Может быть, ты потому и заснул, что очень-очень устал там, на земле? Добрых тебе снов, Мишка!
Твоя Маша.
Мишенька, ты, наверное, ждешь от меня рассказа о родителях — да и о ком же еще я могу тебе рассказать? — а я все болтаю про себя, да еще в таком беспорядке. Попробую теперь наверстать.
Я действительно почти ничего не знаю о маме. Конечно, я ждала встречи с ней, но мама ведь ушла сама. Ты же знаешь, хотя мы и не говорили об этом много на земле, что тот пузырек на ее прикроватном столике не был случайностью — она выпила все таблетки сама, целиком. Замучил ли ее ужасный коммунальный быт, или размолвки с отцом, или сгущавшаяся душная атмосфера на пороге тридцатых, или все это вместе — но она ушла сама.
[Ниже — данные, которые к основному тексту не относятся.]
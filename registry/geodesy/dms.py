"""Degrees–minutes–seconds: formatting and parsing of angles.

Pure module (no Django). Conventions (pinned in ``tests/geodesy/test_dms.py``):

- The sign belongs to the whole angle: −37°57′03.72030″ = −(37 + 57/60 + 3.72030/3600) degrees
  (ICSM *GDA Technical Manual*, worked examples; common practice). Minutes and seconds are never
  negative on their own.
- Formatting rounds the *whole* angle to the stated number of decimals of a second first and only
  then splits it into degrees, minutes and seconds, so 0°00′59.999995″ at 5 decimals becomes
  0°01′00.00000″ (never 0°00′60.00000″). Halves round away from zero.
- Parsing accepts decimal degrees ("45.2"), degrees and decimal minutes ("45 12.5") or degrees,
  minutes and seconds ("45 12 03.5", "45°12′03.5″", "45:12:03.5"), with either a sign ("-", "+",
  "−") or a hemisphere letter (N/S for latitude, E/W for longitude) before or after the numbers —
  not both. Only the last component may carry decimals. Minutes and seconds must be below 60;
  latitudes within ±90°, longitudes within ±180°.

Errors are :class:`AngleParseError` (a ``ValueError``) with a machine-readable ``code``.
"""

from __future__ import annotations

import math
import re

import numpy as np

__all__ = [
    "AngleParseError",
    "split_dms",
    "format_dms",
    "format_lat",
    "format_lon",
    "format_signed_dms",
    "parse_angle",
]


class AngleParseError(ValueError):
    """An angle could not be read; ``code`` says why (stable, for tests and API clients)."""

    def __init__(self, message: str, *, code: str):
        super().__init__(message)
        self.code = code


def split_dms(angle_deg, *, decimals: int = 5):
    """Split angles into sign, whole degrees, whole minutes and rounded seconds.

    Parameters
    ----------
    angle_deg : array_like
        Angles in decimal degrees.
    decimals : int
        Decimals of the seconds (0–8).

    Returns
    -------
    sign, deg, minutes, seconds : ndarray
        ``sign`` is −1 or +1 (+1 when the angle rounds to zero), ``deg`` and ``minutes`` are integers,
        ``seconds`` is rounded to ``decimals`` and always < 60.

    Examples
    --------
    >>> s, d, m, sec = split_dms(-(37 + 57 / 60 + 3.72030 / 3600))
    >>> int(s), int(d), int(m), float(sec)
    (-1, 37, 57, 3.7203)
    >>> s, d, m, sec = split_dms(59.999995 / 3600, decimals=5)
    >>> int(d), int(m), float(sec)
    (0, 1, 0.0)
    """
    if not 0 <= int(decimals) <= 8:
        raise ValueError("decimals must be between 0 and 8")
    a = np.asarray(angle_deg, dtype=float)
    if not np.all(np.isfinite(a)):
        raise ValueError("angle must be finite")
    scale = 10 ** int(decimals)
    # Round half away from zero on the magnitude, in integer units of 10^-decimals arc-seconds.
    # The 1e-7 guard absorbs binary representation error of exact halves (1e-7 unit ≤ 1e-7″).
    units = np.floor(np.abs(a) * 3600.0 * scale + 0.5 + 1e-7).astype(np.int64)
    sign = np.where((a < 0) & (units > 0), -1, 1)
    per_deg = 3600 * scale
    per_min = 60 * scale
    deg = units // per_deg
    rem = units - deg * per_deg
    minutes = rem // per_min
    sec_units = rem - minutes * per_min
    seconds = sec_units / scale
    return sign, deg, minutes, seconds


def _one(value) -> float:
    arr = np.asarray(value, dtype=float)
    if arr.ndim != 0:
        raise TypeError("format functions take one angle; use np.vectorize or split_dms for arrays")
    return float(arr)


def format_dms(angle_deg: float, *, decimals: int = 5, positive: str = "", negative: str = "-") -> str:
    """Format one angle as D°MM′SS.sss″.

    ``positive``/``negative`` are the prefix (or, if they are hemisphere letters, suffix) used for
    the sign; the default is a leading "-" for negative angles.

    >>> format_dms(-(0 + 30 / 60))
    '-0°30′00.00000″'
    >>> format_dms(12.5, decimals=2)
    '12°30′00.00″'
    """
    sign, deg, minutes, seconds = split_dms(_one(angle_deg), decimals=decimals)
    width = 3 + decimals if decimals else 2
    body = f"{int(deg)}°{int(minutes):02d}′{float(seconds):0{width}.{decimals}f}″"
    marker = negative if int(sign) < 0 else positive
    if marker and marker.isalpha():
        return f"{body} {marker}"
    return f"{marker}{body}"


def format_lat(lat_deg: float, *, decimals: int = 5) -> str:
    """Latitude with its hemisphere letter, e.g. ``45°12′00.00000″ N``.

    >>> format_lat(-37.951033416666665)
    '37°57′03.72030″ S'
    """
    return format_dms(lat_deg, decimals=decimals, positive="N", negative="S")


def format_lon(lon_deg: float, *, decimals: int = 5) -> str:
    """Longitude with its hemisphere letter, e.g. ``110°36′00.00000″ W``.

    >>> format_lon(-110.6)
    '110°36′00.00000″ W'
    """
    return format_dms(lon_deg, decimals=decimals, positive="E", negative="W")


def format_signed_dms(angle_deg: float, *, decimals: int = 2) -> str:
    """A signed angle such as a convergence: ``+1°35′03.65″`` / ``−1°35′03.65″`` (true minus sign).

    >>> format_signed_dms(-1.5843464562)
    '−1°35′03.65″'
    """
    return format_dms(angle_deg, decimals=decimals, positive="+", negative="−")


_SIGNS = {"+": 1, "-": -1, "−": -1, "–": -1}
_HEMI = {"N": ("lat", 1), "S": ("lat", -1), "E": ("lon", 1), "W": ("lon", -1)}
_SEPARATORS = re.compile(r"[\s:°º˚'′’\"″”]+")
_NUMBER = re.compile(r"^(\d+(\.\d*)?|\.\d+)$")
_LIMITS = {"lat": 90.0, "lon": 180.0, None: 360.0}


def parse_angle(text: str, *, kind: str | None = None) -> float:
    """Read an angle in decimal degrees or D M S form; return decimal degrees.

    Parameters
    ----------
    text : str
        The angle as typed (see the module docstring for the accepted forms).
    kind : {"lat", "lon", None}
        Restricts hemisphere letters and the range (±90° / ±180°; ±360° when None).

    Raises
    ------
    AngleParseError
        With ``code`` one of ``empty``, ``unrecognised``, ``sign_and_hemisphere``,
        ``wrong_hemisphere``, ``fraction_not_last``, ``minutes_out_of_range``,
        ``seconds_out_of_range``, ``out_of_range``, ``too_many_parts``.

    Examples
    --------
    >>> parse_angle("37 57 03.72030 S", kind="lat") == -(37 + 57 / 60 + 3.72030 / 3600)
    True
    >>> parse_angle("-0 30 00")
    -0.5
    >>> parse_angle("110°36′W", kind="lon")
    -110.6
    """
    if kind not in _LIMITS:
        raise ValueError("kind must be 'lat', 'lon' or None")
    if text is None or not str(text).strip():
        raise AngleParseError("An angle is required.", code="empty")
    raw = str(text).strip()
    s = raw
    sign = 0
    hemi = 0
    # Hemisphere letter at either end.
    for pos in (0, -1):
        ch = s[pos].upper() if s else ""
        neighbour = (s[1:2] if pos == 0 else s[-2:-1]) if s else ""
        if ch in _HEMI and not neighbour.isalpha():
            h_kind, h_sign = _HEMI[ch]
            if kind is not None and h_kind != kind:
                expected = "N or S" if kind == "lat" else "E or W"
                raise AngleParseError(
                    f"'{raw}': hemisphere letter {ch} does not fit a {'latitude' if kind == 'lat' else 'longitude'} "
                    f"(use {expected}).",
                    code="wrong_hemisphere",
                )
            if hemi:
                raise AngleParseError(f"'{raw}': more than one hemisphere letter.", code="unrecognised")
            hemi = h_sign
            s = s[1:] if pos == 0 else s[:-1]
            s = s.strip()
    if s and s[0] in _SIGNS:
        sign = _SIGNS[s[0]]
        s = s[1:].strip()
    if sign and hemi:
        raise AngleParseError(
            f"'{raw}': give either a sign or a hemisphere letter, not both.", code="sign_and_hemisphere"
        )
    parts = [p for p in _SEPARATORS.split(s) if p]
    if not parts:
        raise AngleParseError(f"'{raw}' has no number in it.", code="unrecognised")
    if len(parts) > 3:
        raise AngleParseError(f"'{raw}': at most degrees, minutes and seconds.", code="too_many_parts")
    for p in parts:
        if not _NUMBER.match(p):
            raise AngleParseError(f"'{raw}': '{p}' is not a number here.", code="unrecognised")
    for p in parts[:-1]:
        if "." in p:
            raise AngleParseError(
                f"'{raw}': only the last part (degrees, minutes or seconds) may have decimals.",
                code="fraction_not_last",
            )
    values = [float(p) for p in parts]
    deg = values[0]
    minutes = values[1] if len(values) > 1 else 0.0
    seconds = values[2] if len(values) > 2 else 0.0
    if minutes >= 60.0:
        raise AngleParseError(f"'{raw}': minutes must be below 60.", code="minutes_out_of_range")
    if seconds >= 60.0:
        raise AngleParseError(f"'{raw}': seconds must be below 60.", code="seconds_out_of_range")
    value = deg + minutes / 60.0 + seconds / 3600.0
    value *= sign or hemi or 1
    limit = _LIMITS[kind]
    if not math.isfinite(value) or abs(value) > limit:
        what = {"lat": "A latitude", "lon": "A longitude", None: "An angle"}[kind]
        raise AngleParseError(f"'{raw}': {what} must be within ±{limit:g}°.", code="out_of_range")
    return value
Она сделала выбор, а Он — Он ведь никого не заставляет. Это мы в детстве смеялись над религией, мол, она навязывает нам жуткое количество мелочных, никчемных правил. Может быть, и так, но Он не принуждает никого, и если человек хочет тихо уйти прочь, никто ему не помешает это сделать. Для меня совершенно закрыта судьба таких людей, даже Максимычу нет хода туда, где живут — или вернее, умирают после смерти — такие души. Максимыч только говорил мне, что сошествие во ад действительно было, и каждый, кто оказывается у его ворот, видит протянутую руку со следами от Креста. Ведь та суббота, когда после Креста Он спустился за душами людей, она всегда остается с нами, как и то воскресение, когда Он победил смерть. И та крестная пятница тоже, так что каждый делает свой выбор сам.
Ой, извини, я знаю, что ты всегда не любил этих «поповских сказочек», как ты их называл, но я просто должна постараться тебе объяснить хоть что-то про маму. Но сама я, как видишь, знаю очень и очень мало: она ушла от нас летом земного 1930-го года, отец пережил ее на шесть лет и скончался от инфаркта, да пожалуй, в этом была огромная милость к нему. Не пожелала бы я ему пробыть на земле еще два или три года… Впрочем, это знаешь и ты сам.
Больно и странно, что мамы нет. Мне остается только просить за нее и надеяться — но я бы не стала писать ей письма, как пишу тебе. Я не знаю, как и о чем с ней говорить, и если когда-нибудь она придет к нам, сюда, это будет огромный труд — научиться заново разговаривать с ней. Я знаю, что не поскуплюсь ни на что, главное, времени нам тут не приходится считать, но я не могу пройти ее часть пути — только свою собственную. И пока я продвинулась не очень далеко — я просто подвела черту подо всем, что было в нашей земной жизни, и сказала себе и, может быть, ей: «Да, это было, и этого больше нет и не будет никогда, мама. Мы больше никогда не будем обижать и мучить друг друга». Я знаю, что этого мало, ужасно мало… но ведь и без этого нельзя.
Отца я повстречала здесь очень скоро — да и могло ли быть иначе, если наши с ним и с мамой отношения и были самыми большими моими глыбами, каменными такими, придавившими нас с самого-самого детства. Ну не выходило у нас толком ничего, ты же помнишь! Иной раз и слова в простоте сказать друг другу не могли. И вот он вышел ко мне, стройный, спокойный и очень грустный: «ты пойми, доченька…» Я так ждала от него этих слов, с самого, наверное, детства, и когда дерзила, и когда обижалась. И тогда в ответ на эти слова я бы нафырчала и нахамила, а потом сама бы ревела в подушку и терзалась невозможностью поговорить, но теперь я смогла их услышать — ведь как бы иначе пробраться мне к свету? Я ведь и его не отпускала, пока не развязала этот узелок. И теперь… Я ведь и сама мать, Мишенька. Но о встрече с сыном я расскажу тебе в другой раз.
«Да не зайдет солнце во гневе вашем», когда еще писано, я не сразу поняла смысл этих слов, когда их прочитала. А теперь вижу, как внезапно заходит наше солнце, и остается один гнев, и тащим его на себе годы и десятилетия, потому что не с кем уже бывает примириться.
Но теперь у нас с папой это получилось — и так стало легко! А папа, представляешь ли, увлекся своими предками. Помнишь, как мучался он на земле, что мало осталось в нем от исконного быта, от заволжской суровой жизни дедов и прадедов. Ведь еще дед наш Михей писался «государственным крестьянином», помнишь, и в купцы-то определился, лишь когда пароход стал гонять из Нижнего в Рыбинск, крестьянам пароходами владеть не положено. Но древлего благочестия держался твердо: моленная в доме, все посты да праздники блюдутся строго, против обычаев ничего не творил. Разве что сына, нашего отца, выучил по коммерческой части — а значит, и одежду пришлось ему переменить, и нравы.